WASHINGTON — Sen. Kirsten E. Gillibrand took all of a week to do an about-face on immigration issues for her new big-city constituents, proclaiming Monday that she is against deporting undocumented immigrants and is open to letting them become U.S. citizens.
Her first big test on that question, though, may not be in the city at all, but in the milk houses and orchards of upstate New York, where her stand against undocumented workers has frustrated farm groups for two years.
Two senators may bring the farm immigration debate back to the Senate early this year, and the Senate Agriculture Committee — which Mrs. Gillibrand, D-N.Y., has just joined — could play a background role.
Sen. Patrick J. Leahy, D-Vermont, has said he wants to reintroduce a farm guest worker bill soon, figuring it has a better chance of becoming law with Barack Obama in the White House. Farm lobbyists expect Sen. Dianne M. Feinstein, D-Calif., to propose an immigration bill for farm workers, called AgJobs, by spring, following six fruitless years of trying to pass it. The bills would typically come before the Judiciary Committee, but probably not without input from members of the Agriculture Committee, which has been a roadblock in the past.
The last attempt to advance AgJobs failed when leaders of the Senate Agriculture Committee refused to include it in a five-year farm bill last year.
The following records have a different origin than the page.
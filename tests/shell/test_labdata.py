"""Lab and recipe data files: what is read and written, and how each kind of bad file is
reported."""

from __future__ import annotations

import csv
import io
from pathlib import Path

import numpy as np
import pytest

from sensor.errors import DataFileError
from sensor.shell.labdata import (
    PROFILE_CAUTION,
    PROFILE_COLUMNS,
    read_cloud_points_csv,
    read_profile_csv,
    read_solubility_csv,
    write_profile_csv,
)
from sensor.units import concentration_unit

G100 = concentration_unit("g/100g")


def _write(tmp_path: Path, text: str) -> Path:
    path = tmp_path / "data.csv"
    path.write_text(text, encoding="utf-8")
    return path


def test_reads_with_comments_blank_lines_bom_and_extra_columns(tmp_path):
    path = tmp_path / "data.csv"
    path.write_bytes(
        "\ufeff# a comment\n\ntemp_c, conc ,who\n10,5.0,A\n"
        "# mid comment\n20,6.5,B\n20,6.5,C\n".encode()
    )
    data = read_solubility_csv(path, G100)
    np.testing.assert_allclose(data.temp_k, [283.15, 293.15, 293.15])
    np.testing.assert_allclose(data.conc, [0.05, 0.065, 0.065])
    assert data.source.lines == (4, 6, 7)


@pytest.mark.parametrize(
    ("text", "message"),
    [
        ("temp_c,concentration\n10,5\n", r"data\.csv, line 1: no column 'conc'"),
        ("temp_c,conc\n10,5\n20,abc\n", r"data\.csv, line 3: column 'conc': 'abc' is not a number"),
        ("temp_c,conc\n10,5\n20,nan\n", r"data\.csv, line 3: column 'conc': 'nan' is not finite"),
        ("temp_c,conc\n10,\n", r"data\.csv, line 2: column 'conc' is empty"),
        (
            "temp_c,conc\n10,5\n# c\n10,6\n",
            r"data\.csv, line 4: temp_c 10 is already on line 2 with conc 5 \(here 6\)",
        ),
        (
            "temp_c,conc\n10,-5\n",
            r"data\.csv, line 2: column 'conc': a concentration in g/100g cannot be negative",
        ),
        ("temp_c,conc\n10,0\n", r"data\.csv, line 2: conc must be positive"),
        ("temp_c,conc\n", r"data\.csv: holds a header but no data rows"),
        ("# nothing\n", r"data\.csv: holds no header and no data"),
    ],
)
def test_bad_solubility_files(tmp_path, text, message):
    with pytest.raises(DataFileError, match=message):
        read_solubility_csv(_write(tmp_path, text), G100)


def test_mass_fraction_of_one_is_refused_with_line(tmp_path):
    path = _write(tmp_path, "temp_c,conc\n10,0.2\n20,1.0\n")
    with pytest.raises(
        DataFileError, match=r"line 3: column 'conc': a mass fraction must be below 1"
    ):
        read_solubility_csv(path, concentration_unit("mass-fraction"))


def test_cloud_points(tmp_path):
    path = _write(tmp_path, "conc,rate_k_per_min,cloud_temp_c\n10,0.5,40\n10,0,38\n")
    with pytest.raises(DataFileError, match=r"line 3: rate_k_per_min must be positive"):
        read_cloud_points_csv(path, G100)
    path.write_text("conc,rate_k_per_min,cloud_temp_c\n10,0.5,40\n", encoding="utf-8")
    data = read_cloud_points_csv(path, G100)
    np.testing.assert_allclose(data.rate_k_per_s, [0.5 / 60])
    np.testing.assert_allclose(data.cloud_temp_k, [313.15])


def test_missing_file(tmp_path):
    with pytest.raises(DataFileError, match=r"nope\.csv: cannot be read"):
        read_solubility_csv(tmp_path / "nope.csv", G100)


def _profile_text(time_s=(0.0, 3600.0, 7200.0), temp_k=(323.15, 303.15, 283.15)) -> str:
    stream = io.StringIO()
    write_profile_csv(
        stream, "linear", np.array(time_s), np.array(temp_k), comments=["site: demo", "a test"]
    )
    return stream.getvalue()


def test_write_profile_csv_documents_itself():
    lines = _profile_text().splitlines()
    comments = [line for line in lines if line.startswith("#")]
    assert comments[0] == "# sigmatrack reference cooling profile: linear"
    assert "# site: demo" in comments
    assert comments[-1] == f"# {PROFILE_CAUTION}"
    rows = list(csv.DictReader(line for line in lines if not line.startswith("#")))
    assert tuple(rows[0]) == PROFILE_COLUMNS
    assert [r["time_min"] for r in rows] == ["0.00", "60.00", "120.00"]
    assert [r["temp_c"] for r in rows] == ["50.00", "30.00", "10.00"]
    assert [r["cooling_rate_k_per_min"] for r in rows] == ["0.3333", "0.3333", "0.0000"]


def test_a_written_profile_reads_back_to_its_digits(tmp_path):
    time_s = np.array([0.0, 1234.5, 5000.0, 9000.0])
    temp_k = np.array([326.15, 320.004, 300.0, 283.15])
    data = read_profile_csv(_write(tmp_path, _profile_text(time_s, temp_k)))
    np.testing.assert_allclose(data.time_s, time_s, atol=0.3)  # 0.01 min
    np.testing.assert_allclose(data.temp_k, temp_k, atol=0.005)  # 0.01 °C
    assert data.source.line_of(0) == 6  # after the name, two comments, the caution, the header


@pytest.mark.parametrize(
    ("body", "where"),
    [
        ("time_min,temp_c\n", r"data\.csv: holds a header but no data rows"),
        ("time_min,temp_c\n0,50\n", r"data\.csv: a profile needs at least two rows"),
        ("time_min,temp_c\n1,50\n2,40\n", r"data\.csv, line 2: time_min must start at 0"),
        ("time_min,temp_c\n0,50\n9,40\n9,30\n", r"line 4: time_min 9 is not after 9 on line 3"),
        ("time_min,temp_c\n0,50\n9,40\n12,41\n", r"line 4: temp_c 41 is above 40 .* never rises"),
        ("time_min,temp_c\n0,50\n9,forty\n", r"line 3: column 'temp_c': 'forty' is not a number"),
        ("minutes,temp_c\n0,50\n9,40\n", r"line 1: no column 'time_min'"),
    ],
)
def test_a_bad_profile_is_refused_naming_file_and_line(tmp_path, body, where):
    with pytest.raises(DataFileError, match=where):
        read_profile_csv(_write(tmp_path, body))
Its inclusion threatened to sink the bill.
The timing now may be awkward. Mrs. Gillibrand could win the support of both farmers and urban immigrant communities by softening her stand, but supporting a bill to expand employment for non-citizens is riskier when upstate employers are laying off U.S. citizens by the thousands.
Even the American Farm Bureau Federation, which supports AgJobs, finds the timing uncomfortable. President Obama endorsed it as a candidate last summer, but "that was a significantly different economy then," said Paul Schlegel, director of public policy for the AFBF.
Immigration dogged Mrs. Gillibrand long before she became Gov. David A. Paterson's choice to fill the state's vacant U.S. Senate seat. During a 2007 debate on immigration policy, the New York Farm Bureau and others in favor of giving undocumented workers a chance to stay on farms tried in vain to convince Mrs. Gillibrand to join their cause — even though it was the Farm Bureau's top legislative priority in 2007, and she had been popular with farm groups.
Mrs. Gillibrand, in fact, was more strident on the issue than most of the Republicans in the state's House delegation, who generally lined up to cosponsor the AgJobs bill. Mrs. Gillibrand declined to join them, taking the view the 12 million or so undocumented immigrants in the United States — many of them working on farms — should not be in the country at all.
Anything short of deportation, she said at the time, would amount to "amnesty, " which she told reporters again last week she opposes.
By Monday, however, the headlines suggested otherwise.
Mrs. Gillibrand emerged from weekend meetings with Hispanic leaders to tell a New York City television news station for Spanish speakers she will ask President Obama to immediately halt deportations, and she now supports a path to citizenship for undocumented immigrants.
A spokeswoman for Mrs. Gillibrand did not immediately return a message Monday seeking comment on the immigration issue and whether she would now support AgJobs legislation.
AgJobs would affect the dairy industry, particularly, by opening the H2A seasonal visa program to year-round dairy farm workers for the first time.
Immigrant labor is now an important part of the dairy industry upstate, employing thousands of workers, farm experts say. Farms in Jefferson County alone employ as many as 500, the Jefferson County Agricultural Development Corp. estimates, while some 25,000 immigrants work on farms of all types across the state.
The apple industry especially relies on immigrant labor, without which New York's apple crop could not be picked, the New York Farm Bureau has said. New York ranks second in apple production nationally, behind Washington state. Farm experts say many of those workers are probably undocumented, and the threat of raids and tough enforcement scares away legitimate immigrant labor, as well.
Indeed, Mrs. Gillibrand's stance against undocumented workers was all the more striking because her congressional district included one of the leading apple-producing parts of the state. But the district is also overwhelmingly Republican in voter registration, and she said constituents were clearly against giving those workers a chance to stay here.
The senator has said she supports a guest worker program for newly arrived workers, which would involve a period of time in the United States, then a period of time in their home country before returning to this country temporarily. She has said the period of time here would have to be long enough to be useful to farmers.
Proponents have proposed varying versions of the timeline. Rep. John M. McHugh, R-Pierrepont Manor, last year proposed legislation to allow for a three-year period of admission, to be followed by a possible three-year extension, with no requirement to leave the United States before an extension.
Five upstate lawmakers, both Democrats and Republicans, signed on, but not Mrs. Gillibrand.